We have been working with an amazing team in Peru since the beginning of our adventure in late 2017. Since the beginning, the roasting was done in Lima by, Cesar Huaman (Viajero Coffee Peru) and Gilberto Terrones (Peruvian master roaster). These two professionals have done everything to ensure that our customers, and therefore you, are always satisfied with the quality of your little black coffee. We have had many questions from our customers about the roasting done in Peru.
You asked us why not choose a Swiss roastery 🇨🇭?
So, since January 2020, we have found a way to continue to help as many people as possible in Peru and to offer you an artisanal roasting at home (Switzerland). This local roasting brings us the freshness of a weekly roasted coffee.

You wonder where and how? Part of our roasting is done in Gland, in small batches of 5 kg of coffee. This artisanal method respects the product and ensures optimal quality.
The most important thing for us is to respect the product. We roast the coffee beans according to the altitude of the farm, the moisture content of the green beans and the variety of Arabica.

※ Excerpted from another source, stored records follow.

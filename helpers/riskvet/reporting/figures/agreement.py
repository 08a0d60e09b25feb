"""Figures of the agreement stage.  They take its result objects and compute no statistics.

Both are Bland–Altman plots drawn by :func:`riskvet.reporting.figures.performance.plot_bland_altman`
in the package's one visual style; this module names the axes after the
raters and shows predicted risks in percent.
"""

from __future__ import annotations

from dataclasses import dataclass
from typing import Any

from matplotlib.figure import Figure

from ...measures.agreement import BlandAltmanResult
from ...errors import RiskvetError, problem
from .performance import plot_bland_altman

__all__ = ["plot_item_agreement", "plot_risk_agreement"]


@dataclass(frozen=True)
class _Percent:
    """A Bland–Altman result on the percent scale (values × 100), for display only."""

    means: object
    differences: object
    bias: float
    lower: float
    upper: float
    bias_interval: tuple[float, float]
    lower_interval: tuple[float, float]
    upper_interval: tuple[float, float]
    confidence: float

    @classmethod
    def of(cls, r: BlandAltmanResult) -> "_Percent":
        return cls(
            means=r.means * 100, differences=r.differences * 100, bias=r.bias * 100, lower=r.lower * 100, upper=r.upper * 100,
            bias_interval=tuple(v * 100 for v in r.bias_interval), lower_interval=tuple(v * 100 for v in r.lower_interval),
            upper_interval=tuple(v * 100 for v in r.upper_interval), confidence=r.confidence,
        )


def plot_item_agreement(item: Any) -> Figure:
    """Bland–Altman plot of a continuous rated item, rater_a − rater_b.

    Parameters
    ----------
    item : ItemAgreement
        A continuous item from :func:`riskvet.chain.stages.agreement.assess`
        (any object with ``name``, ``rater_a``, ``rater_b`` and a
        ``bland_altman`` result).

    Returns
    -------
    matplotlib.figure.Figure

    References
    ----------
    Bland JM, Altman DG. Statistical methods for assessing agreement between
    two methods of clinical measurement. Lancet 1986; 327(8476): 307–310.
    """
    ba = getattr(item, "bland_altman", None)
    if not isinstance(ba, BlandAltmanResult) or not all(hasattr(item, a) for a in ("name", "rater_a", "rater_b")):
        known = all(hasattr(item, a) for a in ("name", "scale"))
        received = f"item {item.name!r} of scale {item.scale!r}" if known else type(item).__name__
        raise RiskvetError(problem("plot_item_agreement(item)", allowed="the ItemAgreement of a continuous item", received=received))
    fig = plot_bland_altman(item.bland_altman, labels=(item.rater_a, item.rater_b))
    fig.axes[0].set_title(f"{item.name} (n = {item.bland_altman.n})", loc="left", pad=28)
    return fig


def plot_risk_agreement(cut: Any) -> Figure:
    """Bland–Altman plot of the predicted risk of one cut from each rater's readings, in percent.

    Parameters
    ----------
    cut : CutRiskAgreement
        One cut of :attr:`riskvet.chain.stages.agreement.RiskAgreement.cuts`
        (any object with a ``label`` and a ``risks`` Bland-Altman result).

    Returns
    -------
    matplotlib.figure.Figure
        Means in percent, differences in percentage points.

    References
    ----------
    Bland JM, Altman DG. Statistical methods for assessing agreement between
    two methods of clinical measurement. Lancet 1986; 327(8476): 307–310.
    """
    if not isinstance(getattr(cut, "risks", None), BlandAltmanResult) or not hasattr(cut, "label"):
        raise RiskvetError(problem("plot_risk_agreement(cut)", allowed="a CutRiskAgreement", received=type(cut).__name__))
    fig = plot_bland_altman(_Percent.of(cut.risks), units="%", labels=("risk from rater_a", "risk from rater_b"))
    fig.axes[0].set_title(f"Predicted risk of '{cut.label}' (n = {cut.risks.n})", loc="left", pad=28)
    return fig
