# How each predictor is drawn (mirrors _simulate; e ~ Normal(0, sd) noise,
# each value rounded to the precision of a tent record).
_PREDICTOR_MODEL = {
    "event": "drawn with the event shares of the season",
    "age": "Normal(age_mean, age_sd), clipped to 16-85, whole years",
    "sex": "male with probability male_share",
    "distance_km": "event distance x 1 (40% finished) or x Uniform(0.2, 1), 0.1 km",
    "tent": "no draw: the event's finish tent (finished), early-course tent (under 55% of the distance) or late-course tent",
    "wbgt": "Normal(event wbgt_mean, wbgt_sd), 0.1 degC",
    "prior_heat_illness": "Bernoulli(clip(0.06 + 0.001 (age - 40), 0.01, 0.2))",
    "core_temp": "36.7 + Gamma(2, 0.6) + 0.08 (wbgt - 26) + 0.15 prior_heat_illness, clipped 35.8-42.4, 0.1 degC",
    "heart_rate": "92 + 10 (core_temp - 37.9) - 0.15 (age - 40) + e(14), clipped 48-195",
    "systolic_bp": "128 + 0.3 (age - 40) - 5 (core_temp - 37.9) + e(15), clipped 70-210",
    "resp_rate": "18 + 1.8 (core_temp - 37.9) + e(3.5), clipped 8-44",
    "confusion": "Bernoulli(expit(-3.2 + 1.6 (core_temp - 38.5)))",
    "collapse": "Bernoulli(expit(-1.9 + 0.8 (core_temp - 38.5) + 0.02 (age - 40)))",
    "vomiting": "min(6, Poisson(exp(-0.9 + 0.35 (core_temp - 37.9))))",
    "dry_skin": "Bernoulli(expit(-1.6 + 0.7 (core_temp - 38.5)))",
    "cramps": "Bernoulli(expit(-1.0 + 0.03 (distance_km - 15)))",
    "disposition": "drawn from true_prob of the rounded predictors",
}

_RATINGS = {
    "season": "derivation",
    "id_prefix": "RS",
    "scheme": "columns <sign>_rater_a and <sign>_rater_b for sign in confusion, dry_skin, cramps, resp_rate",
    "binary_signs": {
        # sensitivity, specificity of each rater against the true sign
        "confusion": {"rater_a": (0.88, 0.98), "rater_b": (0.82, 0.97)},
        "dry_skin": {"rater_a": (0.80, 0.95), "rater_b": (0.75, 0.93)},
        "cramps": {"rater_a": (0.90, 0.95), "rater_b": (0.86, 0.94)},
    },
    "resp_rate": {
        "method": "breaths counted over 30 s and doubled (even numbers)",
        "error_sd": 1.8,
        "bias": {"rater_a": 0.0, "rater_b": 0.8},
    },
}


def truth() -> DemoTruth:
    """Return the generating model behind the demonstration data.

    Returns
    -------
    DemoTruth
        Thresholds, coefficients and functional forms of the true
        proportional-odds model, the season shift, the predictor
        populations, the missingness, the triage rule and the rater error
        model.

    Notes
    -----
    The true model is the proportional-odds cumulative logit (McCullagh
    1980)

    .. math:: P(Y \\le j \\mid x) = \\operatorname{expit}(\\theta_j - LP),
              \\qquad LP = \\sum_k \\beta_k t_k(x),

    with terms :math:`t_k` that are linear, hinged (``max(0, x - knot)``,
    ``max(0, knot - x)``) or indicators.  Core temperature has a slope of
    0.70 per degree up to 39.5 degC and 2.80 per degree above it; age has a
    slope of 0.015 per year, rising to 0.055 after 60.  ``cramps`` and
    ``distance_km`` have coefficient 0.

    In the validation season both thresholds are
    ``threshold_shift`` higher (fewer transfers at the same predictors) and
    the coefficients are the same, so recalibration in the large (new
    thresholds, derivation LP as offset) is the correct update (Steyerberg
    et al. 2004).

    References
    ----------
    McCullagh P. Regression models for ordinal data. J R Stat Soc B.
    1980;42(2):109-142.

    Steyerberg EW, Borsboom GJJM, van Houwelingen HC, Eijkemans MJC,
    Habbema JDF. Validation and updating of predictive logistic regression
    models: a study on sample size and shrinkage. Stat Med.
    2004;23(16):2567-2586.
    """
    return DemoTruth(
        levels=LEVELS,
        outcome=OUTCOME,
        terms=_TERMS,
        thresholds=dict(_THRESHOLDS),
        threshold_shift=_THRESHOLD_SHIFT,
        season_labels={s: _POPULATIONS[s]["season"] for s in _SEASONS},
        # Copies, so that editing a returned truth cannot change the generator.
        populations=copy.deepcopy(_POPULATIONS),
        predictor_model=dict(_PREDICTOR_MODEL),
        missingness=_MISSINGNESS,
        triage=copy.deepcopy(_TRIAGE),
        ratings=copy.deepcopy(_RATINGS),
        update="recalibration in the large: thresholds shift, coefficients unchanged",
    )


# ---------------------------------------------------------------------------
# True probabilities
# ---------------------------------------------------------------------------


def _check_frame(frame: Any, columns: list[str], where: str) -> None:
    if not isinstance(frame, pd.DataFrame):
        raise DataError(problem(f"{where}: frame", allowed="a pandas DataFrame", received=type(frame).__name__))
    missing = [c for c in columns if c not in frame.columns]
    if missing:
        raise DataError(
            problem(f"{where}: frame", allowed=f"columns {columns}", received=f"no column(s) {missing}")
        )
    for c in columns:
        if frame[c].isna().any():
            raise DataError(
                problem(
                    f"{where}: frame column {c!r}",
                    allowed="no missing values",
                    received=f"{int(frame[c].isna().sum())} missing",
                )
            )


def true_linear_predictor(frame: pd.DataFrame) -> np.ndarray:
    """Return the true linear predictor ``LP`` for each row of ``frame``.

    Parameters
    ----------
    frame : pandas.DataFrame
        Must hold the predictor columns of :func:`draw` without missing
        values.

    Returns
    -------
    numpy.ndarray
        ``LP = sum(beta_k * t_k(x))``, shape ``(n,)``; the same in both
        seasons.

    Notes
    -----
    See :func:`truth` for the terms.
    """
    columns = sorted({t.column for t in _TERMS})
    _check_frame(frame, columns, "true_linear_predictor")
    lp = np.zeros(len(frame))
    for t in _TERMS:
        lp += t.coefficient * t.values(frame[t.column])
    return lp


def true_prob(frame: pd.DataFrame, *, season: str | None = None) -> np.ndarray:
    """Return the true probability of each outcome level for each row.

    Parameters
    ----------
    frame : pandas.DataFrame
        Must hold the predictor columns of :func:`draw` without missing
        values, and a ``season`` column unless ``season`` is given.
    season : {"derivation", "validation"} or None
        Thresholds to use for every row.  ``None`` takes them row by row
        from the ``season`` column (``"2024"`` or ``"2026"``).

    Returns
    -------
    numpy.ndarray
        Shape ``(n, 3)``; column ``j`` is ``P(Y = LEVELS[j] | x)``; rows sum
        to 1.

    Notes
    -----
    ``P(Y <= j) = expit(theta_j - LP)``; level probabilities are the
    differences of consecutive cumulative probabilities (McCullagh 1980).

    References
    ----------
    McCullagh P. Regression models for ordinal data. J R Stat Soc B.
    1980;42(2):109-142.
    """
    lp = true_linear_predictor(frame)
    thresholds = _THRESHOLDS
    if season is None:
        _check_frame(frame, ["season"], "true_prob")
        by_label = {_POPULATIONS[s]["season"]: thresholds[s] for s in _SEASONS}
        labels = frame["season"].astype(str).to_numpy()
        unknown = sorted(set(labels) - set(by_label))
        if unknown:
            raise DataError(
                problem("true_prob: frame column 'season'", allowed=f"values in {sorted(by_label)}", received=unknown)
            )
        theta = np.array([by_label[v] for v in labels], dtype=float).reshape(len(frame), 2)
    else:
        _check_season(season, "true_prob")
        theta = np.tile(np.asarray(thresholds[season], dtype=float), (len(frame), 1))
    cum = expit(theta - lp[:, None])
    return np.column_stack([cum[:, 0], cum[:, 1] - cum[:, 0], 1.0 - cum[:, 1]])


# ---------------------------------------------------------------------------
# Drawing
# ---------------------------------------------------------------------------


def _check_season(season: Any, where: str) -> None:
    if not isinstance(season, str) or season not in _SEASONS:
        raise RiskvetError(problem(f"{where}: season", allowed=f"one of {list(_SEASONS)}", received=season))


def _check_n(n: Any, where: str, *, minimum: int = 1) -> int:
    if isinstance(n, bool) or not isinstance(n, numbers.Integral) or n < minimum:
        raise RiskvetError(problem(f"{where}: n", allowed=f"an integer >= {minimum}", received=n))
    return int(n)


def _generator(seed: Any, stream: str, where: str) -> np.random.Generator:
    """Return the generator of a named stream for an int seed or a Generator."""
    if isinstance(seed, np.random.Generator):
        # A child stream keyed by the stream name keeps streams independent.
        return np.random.default_rng([int(seed.integers(2**63)), _STREAMS[stream]])
    if isinstance(seed, bool) or not isinstance(seed, numbers.Integral) or seed < 0:
        raise RiskvetError(
            problem(f"{where}: seed", allowed="a non-negative integer or a numpy Generator", received=seed)
        )
    return np.random.default_rng(np.random.SeedSequence(int(seed), spawn_key=(_STREAMS[stream],)))


def _round(x: np.ndarray, decimals: int) -> np.ndarray:
    return np.round(x, decimals) if decimals else np.round(x).astype(np.int64)
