from __future__ import annotations

from collections.abc import Sequence
from typing import Any, Protocol

import matplotlib as mpl
import numpy as np
from matplotlib.axes import Axes
from matplotlib.figure import Figure

from ...measures.calibration import CalibrationResult, OrdinalCalibration
from ...measures.decision import NetBenefitResult, ThresholdTable
from ...measures.discrimination import RocCurveResult
from ...errors import RiskvetError, problem

__all__ = [
    "PALETTE",
    "LINESTYLES",
    "MARKERS",
    "AgreementLike",
    "plot_roc",
    "plot_calibration",
    "plot_decision_curve",
    "plot_bland_altman",
]

#: Okabe–Ito colours, in the order series use them (black first: it prints best).
PALETTE: tuple[str, ...] = ("#000000", "#0072B2", "#D55E00", "#009E73", "#CC79A7", "#E69F00", "#56B4E9", "#F0E442")
#: Line styles, cycled with the colours, so series differ in greyscale too.
LINESTYLES: tuple[Any, ...] = ("-", "--", "-.", (0, (1, 1.5)), (0, (5, 1.5, 1, 1.5, 1, 1.5)), (0, (8, 2)))
#: Marker shapes, cycled with the colours.
MARKERS: tuple[str, ...] = ("o", "s", "^", "D", "v", "P")

_REFERENCE = "#9a9a9a"  # ideal lines and zero lines
_BAND = "#bdbdbd"

_STYLE = {
    "font.size": 9.0,
    "axes.titlesize": 10.0,
    "axes.labelsize": 9.0,
    "axes.spines.top": False,
    "axes.spines.right": False,
    "axes.edgecolor": "#333333",
    "axes.linewidth": 0.8,
    "axes.grid": True,
    "axes.axisbelow": True,
    "grid.color": "#e6e6e6",
    "grid.linewidth": 0.6,
    "legend.frameon": False,
    "legend.fontsize": 8.0,
    "lines.linewidth": 1.6,
    "xtick.direction": "out",
    "ytick.direction": "out",
}


def _series_style(i: int) -> dict[str, Any]:
    return {"color": PALETTE[i % len(PALETTE)], "linestyle": LINESTYLES[i % len(LINESTYLES)]}


def _marker(i: int) -> str:
    return MARKERS[i % len(MARKERS)]


def _as_list(value: Any, kind: type, name: str, func: str) -> list[Any]:
    items = [value] if isinstance(value, kind) else list(value) if isinstance(value, Sequence) else None
    if not items or not all(isinstance(v, kind) for v in items):
        raise RiskvetError(problem(f"{func}({name}=)", allowed=f"a {kind.__name__} or a non-empty sequence of them", received=type(value).__name__))
    return items


def _labels(labels: Sequence[str] | None, n: int, default: list[str], func: str) -> list[str]:
    if labels is None:
        return default
    labels = list(labels)
    if len(labels) != n:
        raise RiskvetError(problem(f"{func}(labels=)", allowed=f"{n} labels, one per result", received=labels))
    return [str(v) for v in labels]


def _new_figure(ax: Axes | None, size: tuple[float, float]) -> tuple[Figure, Axes]:
    if ax is not None:
        fig = ax.figure
        assert isinstance(fig, Figure)
        return fig, ax
    fig = Figure(figsize=size, layout="constrained")
    return fig, fig.add_subplot()


def plot_roc(
    curves: RocCurveResult | Sequence[RocCurveResult],
    *,
    labels: Sequence[str] | None = None,
    operating_points: ThresholdTable | Sequence[ThresholdTable | None] | None = None,
    title: str | None = None,
    ax: Axes | None = None,
) -> Figure:
    """ROC curves (one per cut or per model) with operating points at chosen thresholds.

    Parameters
    ----------
    curves : RocCurveResult or sequence of RocCurveResult
        From :func:`riskvet.discrimination.roc_curve`, for example one per
        cut of an ordered outcome.
    labels : sequence of str, optional
        Legend labels, one per curve (default ``"cut 0"``, ``"cut 1"``, ...);
        the curve's C is appended.
    operating_points : ThresholdTable or sequence of (ThresholdTable or None), optional
        From :func:`riskvet.decision.threshold_table` on the same data, one
        per curve (``None`` to skip one); each threshold's (1 - specificity,
        sensitivity) is marked and labelled with the threshold.
    title : str, optional
        Axes title.
    ax : matplotlib Axes, optional
        Draw into this axes instead of a new figure.

    Returns
    -------
    matplotlib.figure.Figure
    """
    func = "plot_roc"
    items = _as_list(curves, RocCurveResult, "curves", func)
    names = _labels(labels, len(items), [f"cut {j}" for j in range(len(items))] if len(items) > 1 else ["model"], func)
    points: list[ThresholdTable | None]
    if operating_points is None:
        points = [None] * len(items)
    elif isinstance(operating_points, ThresholdTable):
        points = [operating_points] + [None] * (len(items) - 1)
    else:
        points = list(operating_points)
        if len(points) != len(items) or not all(p is None or isinstance(p, ThresholdTable) for p in points):
            raise RiskvetError(problem(f"{func}(operating_points=)", allowed=f"{len(items)} ThresholdTable results (or None), one per curve", received=operating_points))
    with mpl.rc_context(_STYLE):
        fig, axes = _new_figure(ax, (4.2, 4.2))
        axes.plot([0, 1], [0, 1], color=_REFERENCE, linestyle=":", linewidth=1.0, label="no discrimination")
        for i, (curve, name, table) in enumerate(zip(items, names, points)):
            style = _series_style(i)
            axes.plot(1.0 - curve.specificity, curve.sensitivity, drawstyle="default", label=f"{name} (C = {curve.auc:.3f})", **style)
            if table is not None:
                axes.plot(
                    1.0 - table.specificity,
                    table.sensitivity,
                    linestyle="none",
                    marker=_marker(i),
                    markersize=6,
                    markerfacecolor="white",
                    markeredgecolor=style["color"],
                    markeredgewidth=1.4,
                    label=f"{name}: thresholds",
                )
                for t, fx, sy in zip(table.threshold, 1.0 - table.specificity, table.sensitivity):
                    if np.isfinite(fx) and np.isfinite(sy):
                        axes.annotate(
                            f"{t:g}",
                            (fx, sy),
                            textcoords="offset points",
                            xytext=(5, -10),
                            fontsize=7,
                            color=style["color"],
                            bbox={"boxstyle": "round,pad=0.1", "facecolor": "white", "edgecolor": "none", "alpha": 0.8},
                        )
        axes.set_xlim(-0.01, 1.01)
        axes.set_ylim(-0.01, 1.01)
        axes.set_aspect("equal")
        axes.set_xlabel("1 - specificity")
        axes.set_ylabel("sensitivity")
        if title:
            axes.set_title(title)
        axes.legend(loc="lower right")
    return fig


def _draw_calibration(axes: Axes, hist_ax: Axes, result: CalibrationResult, title: str | None) -> None:
    axes.plot([0, 1], [0, 1], color=_REFERENCE, linestyle=":", linewidth=1.0, label="ideal")
    axes.fill_between(
        result.curve_predicted,
        result.curve_lower,
        result.curve_upper,
        color=_BAND,
        alpha=0.55,
        linewidth=0,
        label=f"{result.confidence:.0%} pointwise band",
    )
    axes.plot(result.curve_predicted, result.curve_observed, label="smoothed", **_series_style(0))
    err = np.vstack([result.group_observed - result.group_observed_lower, result.group_observed_upper - result.group_observed])
    axes.errorbar(
        result.group_mean_predicted,
        result.group_observed,
        yerr=err,
        linestyle="none",
        marker=_marker(1),
        markersize=4.5,
        color=PALETTE[1],
        markerfacecolor="white",
        elinewidth=1.0,
        capsize=2,
        label=f"{result.n_groups} groups ({result.confidence:.0%} Wilson)",
    )
    summary = (
        f"intercept {result.calibration_in_the_large:.2f} ({result.calibration_in_the_large_lower:.2f} to {result.calibration_in_the_large_upper:.2f})\n"
        f"slope {result.slope:.2f} ({result.slope_lower:.2f} to {result.slope_upper:.2f})\n"
        f"O/E {result.oe_ratio:.2f}   ICI {result.ici:.3f}"
    )
    axes.text(0.03, 0.97, summary, transform=axes.transAxes, va="top", ha="left", fontsize=7.5)
    upper = float(max(1e-9, np.nanmax(result.curve_predicted), np.nanmax(result.group_max_predicted)))
    limit = min(1.0, upper * 1.05) if upper < 0.95 else 1.0
    axes.set_xlim(0.0, limit)
    axes.set_ylim(0.0, min(1.0, max(limit, float(np.nanmax(result.group_observed_upper)) * 1.05)))
    axes.set_ylabel("observed proportion")
    axes.legend(loc="lower right")
    if title:
        axes.set_title(title)
    # Distribution of predictions: events above the line, non-events below.
    edges = result.histogram_edges
    width = np.diff(edges)
    hist_ax.bar(edges[:-1], result.histogram_events, width=width, align="edge", color=PALETTE[0], linewidth=0, label="events")
    hist_ax.bar(edges[:-1], -result.histogram_nonevents, width=width, align="edge", color=PALETTE[5], linewidth=0, label="non-events")
    hist_ax.axhline(0.0, color="#333333", linewidth=0.6)
    hist_ax.set_yticks([])
    hist_ax.grid(False)
    hist_ax.spines["left"].set_visible(False)
    hist_ax.set_xlabel("predicted probability")
    # Labelled beside the axis rather than by a legend, which would cover bars.
    hist_ax.text(1.01, 0.75, "events", transform=hist_ax.transAxes, ha="left", va="center", fontsize=7, color=PALETTE[0])
    hist_ax.text(1.01, 0.25, "non-\nevents", transform=hist_ax.transAxes, ha="left", va="center", fontsize=7, color="#8a6100")
    tallest = max(1, int(result.histogram_events.max(initial=0)), int(result.histogram_nonevents.max(initial=0)))
    hist_ax.set_ylim(-tallest * 1.05, tallest * 1.05)


def plot_calibration(
    result: CalibrationResult | OrdinalCalibration,
    *,
    titles: Sequence[str] | None = None,
) -> Figure:
    """Calibration plot: smoothed curve with band, grouped points, distribution of predictions.

    Parameters
    ----------
    result : CalibrationResult or OrdinalCalibration
        From :func:`riskvet.calibration.calibration` (one panel) or
        :func:`riskvet.calibration.ordinal_calibration` (one panel per cut).
    titles : sequence of str, optional
        Panel titles (default ``"cut j: Y > j"`` for ordered outcomes).

    Returns
    -------
    matplotlib.figure.Figure
        Each panel shows the ideal diagonal, the smoothed curve and its
        pointwise band, the quantile groups with their Wilson intervals, the
        recalibration intercept, slope, O/E and ICI, and beneath it a
        histogram of the predictions (events up, non-events down).
    """
    func = "plot_calibration"
    if isinstance(result, OrdinalCalibration):
        panels = list(result.cuts)
        default = [f"cut {c.cut}: Y > {c.cut}" for c in panels]
    elif isinstance(result, CalibrationResult):
        panels = [result]
        default = [""] if result.cut is None else [f"cut {result.cut}: Y > {result.cut}"]
    else:
        raise RiskvetError(problem(f"{func}(result=)", allowed="a CalibrationResult or OrdinalCalibration", received=type(result).__name__))
    names = _labels(titles, len(panels), default, func)
    with mpl.rc_context(_STYLE):
        fig = Figure(figsize=(4.2 * len(panels), 5.0), layout="constrained")
        grid = fig.add_gridspec(2, len(panels), height_ratios=(4, 1))
        for i, (panel, name) in enumerate(zip(panels, names)):
            axes = fig.add_subplot(grid[0, i])
            hist_ax = fig.add_subplot(grid[1, i], sharex=axes)
            _draw_calibration(axes, hist_ax, panel, name or None)
            axes.tick_params(labelbottom=False)
    return fig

Our coffee is harvested, fermented and dried at the producer and then selected in Lima, by Cesar Huaman chemist of formation. He will create our blends with the help of an engineer "Q-Grader" of Lima. We receive the green coffee packed in 50 kg bags. During the last harvest we received 1'600 kg of green coffee from 8 families in the central jungle of Peru. In these 1'600 kg is the new coffee Oxapampa discovery.

Roasting in Gruyères, Pringy
In collaboration with the Chocolaterie de Gruyères, we make also an artisanal roasting in Pringy. The coffee Blend, Jungle and the new Oxapampa discovery are roasted in Pringy.

We are aware that the quality level of the coffee roasted in Peru was excellent.
If there's anything we've learned in the meantime, it's that coffee is very complex. We continue to learn and improve every day. Our passion is coffee. Respecting the product of the coffee producer is essential.

A final sorting of coffee is done to ensure quality. We listen to our coffee. The development to create a roasting profile is not easy but, we are ready to meet this challenge.

Our commitment to the producing families is more present than ever. That's why this summer we will be leaving to give training to coffee producers.
It is only thanks to you that we can continue to help the small coffee producers in Peru.